The researchers collected samples from the cell cultures several times over the next 12 days. They included checkpoints throughout the process to ensure that infected CD4 T cells did not interfere with their measurements.

The results showed that cultures from five of the 10 participants had detectable HIV genetic material in monocyte-derived macrophages that could be reactivated to infect other cells and produce more virus. The participants who had these reactivatable reservoirs of HIV in monocyte-derived macrophages had higher overall levels of HIV DNA material.  

Follow-up data from three participants showed that this reservoir can be long-lived, harboring latent HIV for months to several years.

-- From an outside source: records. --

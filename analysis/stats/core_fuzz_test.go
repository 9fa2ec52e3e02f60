package stats

import (
	"encoding/binary"
	"math"
	"testing"
)

// FuzzCoreNoPanic: whatever the numbers (NaN, ±Inf, ±0, huge, tiny, ties,
// constant columns, leverage-1 rows), the core statistics return values or
// errors and never panic, and the bounded quantities stay in their bounds.
func FuzzCoreNoPanic(f *testing.F) {
	seed := func(v ...float64) []byte {
		b := make([]byte, 8*len(v))
		for i, x := range v {
			binary.LittleEndian.PutUint64(b[8*i:], math.Float64bits(x))
		}
		return b
	}
	f.Add(seed(1, 2, 3, 4, 5, 2, 4, 5, 4, 5))
	f.Add(seed(2, 5, 2, 1, 2, 3, 9, 10))
	f.Add(seed(math.NaN(), 1, math.Inf(1), 2, 0, math.Copysign(0, -1)))
	f.Add(seed(1e300, -1e300, 1e-300, 5e-324, 3, 3, 3, 3))
	f.Fuzz(func(t *testing.T, data []byte) {
		n := len(data) / 16
		x, y := make([]float64, n), make([]float64, n)
		for i := 0; i < n; i++ {
			x[i] = math.Float64frombits(binary.LittleEndian.Uint64(data[16*i:]))
			y[i] = math.Float64frombits(binary.LittleEndian.Uint64(data[16*i+8:]))
		}
		Describe(x)
		c := Pearson(x, y, 0.95)
		if c.R < -1 || c.R > 1 {
			t.Fatalf("r = %v", c.R)
		}
		if r, _ := Spearman(x, y); r < -1 || r > 1 {
			t.Fatalf("rho = %v", r)
		}
		if tau, _ := KendallTauB(x, y); tau < -1 || tau > 1 {
			t.Fatalf("tau = %v", tau)
		}
		if l, err := Line(x, y, 0.95); err == nil {
			l.Interval(1, 0.95)
		}
		if n > 0 {
			Polynomial(x, y, 2, 0.95)
		}
		in := Influence(x, y)
		for i, h := range in.Leverage {
			if h > 1+1e-9 || in.SoleSupport[i] && h != 1 {
				t.Fatalf("h[%d] = %v sole %v", i, h, in.SoleSupport[i])
			}
		}
	})
}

These reservoirs were stable and could be reactivated over time, indicating that monocyte-derived macrophages could contribute to viral rebound if antiretroviral treatment is disrupted.

The researchers note that this study is small and larger studies with more diverse participant pools will be essential to accurately estimate the proportion of people who have latent HIV in myeloid cells. Investigating the mechanisms that replenish the monocyte reservoir over time is a critical next step in this research.

“These findings underscore the importance of broadening the scope of HIV cure efforts,” said Joshua A. Gordon, M.D., Ph.D., director of the National Institute of Mental Health. “Shifting away from a sole focus on CD4 T cells to thinking about CD 4 T cells and myeloid cells together, in context, will propel the field toward more promising strategies for eradicating HIV.”